A strong wind is blowing but there’s plenty of room in the little copse of trees for us, and although it’s begun to rain again, the ground is dry in here. Orbit strings up her hammock and I sit on my sleeping pad, eating salt and vinegar chips. Christine is happy, chattering on as she cooks her dinner. This is her first long hike and I haven’t seen her since spring, before she started.

“I love this,” she says. “I love thru-hiking. It’s my favorite thing. It’s the best thing I’ve ever done. I love this life. I love it so much.”

Christine tells us that she was in a series of lightning storms in Oregon- the lightning was starting fires all over the place and many of the thru-hikers behind us hitched from Etna to Ashland, skipping the area entirely. Christine hiked through it, weathering one electrical storm so intense that her hair stood on end, the tips of her fingers were tingly, and she was “glued to the floor of the tent”.

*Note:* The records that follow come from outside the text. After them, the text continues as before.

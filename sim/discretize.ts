// Chooses one global time step and an integer cell count per line segment.
// Leapfrog on the telegrapher equations is stable for Courant number v·Δt/Δz ≤ 1 and, on a lossless
// line, exact (dispersion-free) at Courant = 1 (Taflove & Hagness, Computational Electrodynamics, ch. 2).
import { longestPathDelay, type Circuit, type LineSegment } from './circuit.js';
import { fastestVelocity } from './coupled/modes.js';
import { NetError } from './errors.js';
import type { LineRLGC, Net } from './model.js';
import type { Discretization, DtRule, SegmentPlan } from './result.js';
import { receiverDelays } from './route-tree.js';
import { activityEnd, fastestEdge } from './signals.js';

export function lineDelayPerLength(line: LineRLGC): number {
  return Math.sqrt(line.l * line.c);
}

export function lineZ0(line: LineRLGC): number {
  return Math.sqrt(line.l / line.c);
}

/**
 * A segment's delay for the time step: length·√(L′C′), or for a conductor of a coupled section the
 * section's fastest mode (Courant must hold for every mode, and the conductors' self velocities
 * 1/√(L_ii·C_ii) can be slower than the fastest mode's: Paul, Analysis of Multiconductor Transmission
 * Lines, FDTD chapter).
 */
export function segmentDelay(c: Circuit, seg: LineSegment): number {
  if (!seg.coupling) return seg.length * lineDelayPerLength(seg.line);
  const line = c.coupled[seg.coupling.section].line;
  const k = line.k;
  // without coupling the modes are the conductors themselves: the fastest one's delay, computed as for a single line
  if (line.l.every((x, e) => x === 0 || e % (k + 1) === 0) && line.c.every((x, e) => x === 0 || e % (k + 1) === 0)) {
    let td = Infinity;
    for (let j = 0; j < k; j++) td = Math.min(td, seg.length * Math.sqrt(line.l[j * (k + 1)] * line.c[j * (k + 1)]));
    return td;
  }
  return seg.length / fastestVelocity(line);
}

/** The longest one-way delay from the driver pin to a receiver (s): the whole route for a chain. */
export function routeDelay(net: Net): number {
  return Math.max(0, ...receiverDelays(net).values());
}

/** The fastest 10–90 % edge of any source (s); Infinity when every source is constant. */
export function circuitFastestEdge(c: Circuit): number {
  return Math.min(...c.sources.map((s) => fastestEdge(s.signal)));
}

/**
 * Default duration when the scenario gives none: the sources' last ramp, then ten one-way delays of
 * the longest path (five round trips, enough for most reflections to die down) and five rise times.
 */
export function defaultDuration(c: Circuit): number {
  const edge = circuitFastestEdge(c);
  const tail = 10 * longestPathDelay(c) + 5 * (Number.isFinite(edge) ? edge : 0);
  const base = Math.max(...c.sources.map((s) => activityEnd(s.signal)), 0);
  return Math.max(base + tail, base * 1.2, 1e-9);
}

/** Δt from the edge alone (the first rule), before any segment lowers it. */
function edgeRule(c: Circuit): { dt: number; rule: DtRule } {
  const cellsPerRise = c.run.cellsPerRise;
  const signalEdge = circuitFastestEdge(c);
  if (Number.isFinite(signalEdge)) return { dt: signalEdge / cellsPerRise, rule: { rule: 'edge', edge: signalEdge, cellsPerRise } };
  // A constant source has no edge; the longest path's delay then stands in for the rise time.
  const delay = longestPathDelay(c);
  if (delay > 0) return { dt: delay / cellsPerRise, rule: { rule: 'delay', delay, cellsPerRise } };
  return { dt: Infinity, rule: { rule: 'edge', edge: Infinity, cellsPerRise } };
}

/** A line of positive length must have a positive, finite delay, or it would get no cells. */
function checkDelays(c: Circuit): void {
  const bad = c.segments.filter((s) => s.length > 0 && !(s.length * lineDelayPerLength(s.line) > 0 && Number.isFinite(s.length * lineDelayPerLength(s.line))));
  if (bad.length) {
    throw new NetError(
      bad.map((s) => ({
        path: s.name,
        message: `the line gets no cells: its delay ${s.length * lineDelayPerLength(s.line)} s is not a positive finite number (L′ ${s.line.l} H/m, C′ ${s.line.c} F/m)`,
      })),
    );
  }
}

export function discretize(c: Circuit): Discretization {
  checkDelays(c);
  const duration = c.run.duration ?? defaultDuration(c);
  const first = edgeRule(c);
  const dtEdge = first.dt;
  let dt = dtEdge;
  let dtRule = first.rule;
  // Each segment needs at least ceil(TD/dtEdge) cells so that a cell's delay resolves the edge;
  // Δt may not exceed any cell's delay (Courant ≤ 1), so Δt = min over segments of TD / that count.
  for (const seg of c.segments) {
    const td = segmentDelay(c, seg);
    if (td <= 0) continue;
    const minCells = Number.isFinite(dtEdge) ? Math.max(1, Math.ceil(td / dtEdge - 1e-9)) : 1;
    const candidate = td / minCells;
    if (candidate < dt) {
      dt = candidate;
      dtRule = { rule: 'segment', segment: seg.name, delay: td, cells: minCells };
    }
  }
  if (!Number.isFinite(dt)) {
    dt = duration / 1000;
    dtRule = { rule: 'duration', duration, steps: 1000 };
  }
  const segments: SegmentPlan[] = [];
  let cells = 0;
  let merged = 0;
  for (const seg of c.segments) {
    const td = segmentDelay(c, seg);
    // As many cells as Courant ≤ 1 allows: the Courant number is then as close to 1 as it can be.
    const n = td > 0 ? Math.max(1, Math.floor(td / dt + 1e-9)) : 0; // a zero-length line is a plain wire
    segments.push({
      name: seg.name,
      length: seg.length,
      cells: n,
      cellLength: n > 0 ? seg.length / n : 0,
      delay: td,
      z0: lineZ0(seg.line),
      courant: td > 0 ? (n * dt) / td : 0,
      ...(seg.coupling ? { coupled: c.coupled[seg.coupling.section].name } : {}),
    });
    cells += n;
    if (n === 0) merged++;
  }
  const steps = Math.max(1, Math.ceil(duration / dt - 1e-9));
  // Every circuit node, less one per zero-length line (its two ends are one node), plus the interior
  // nodes of every segment (cells − 1 each).
  const interior = segments.reduce((s, p) => s + Math.max(p.cells - 1, 0), 0);
  const nodes = c.nodes.length - merged + interior;
  return { dt, steps, duration, cells, nodes, segments, dtRule };
}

“I couldn’t lift myself off the floor of the tent,” she says. “I don’t know why.”

“I think that was ground to ground lightning?” I say.

“That would explain a lot of things,” says Christine. “I felt so calm the next day. Really serene.”

I ask Christine if she’s going to farm next year- she’s been farming in Southern Oregon every summer for a while.

“I don’t think so,” she says, eyes almost ecstatically alight. “I have a new hobby now.”

I tell her that she should hike the whole trail, beginning to end, but she says she likes the solitude of section hiking.

“I don’t like the groups of dude-bros,” she says. “I don’t like how competitive they get. I don’t like how people leave trash everywhere. I saw one guy dump his leftover soup onto the ground, in a campsite. It’s like they don’t know about Leave No Trace.”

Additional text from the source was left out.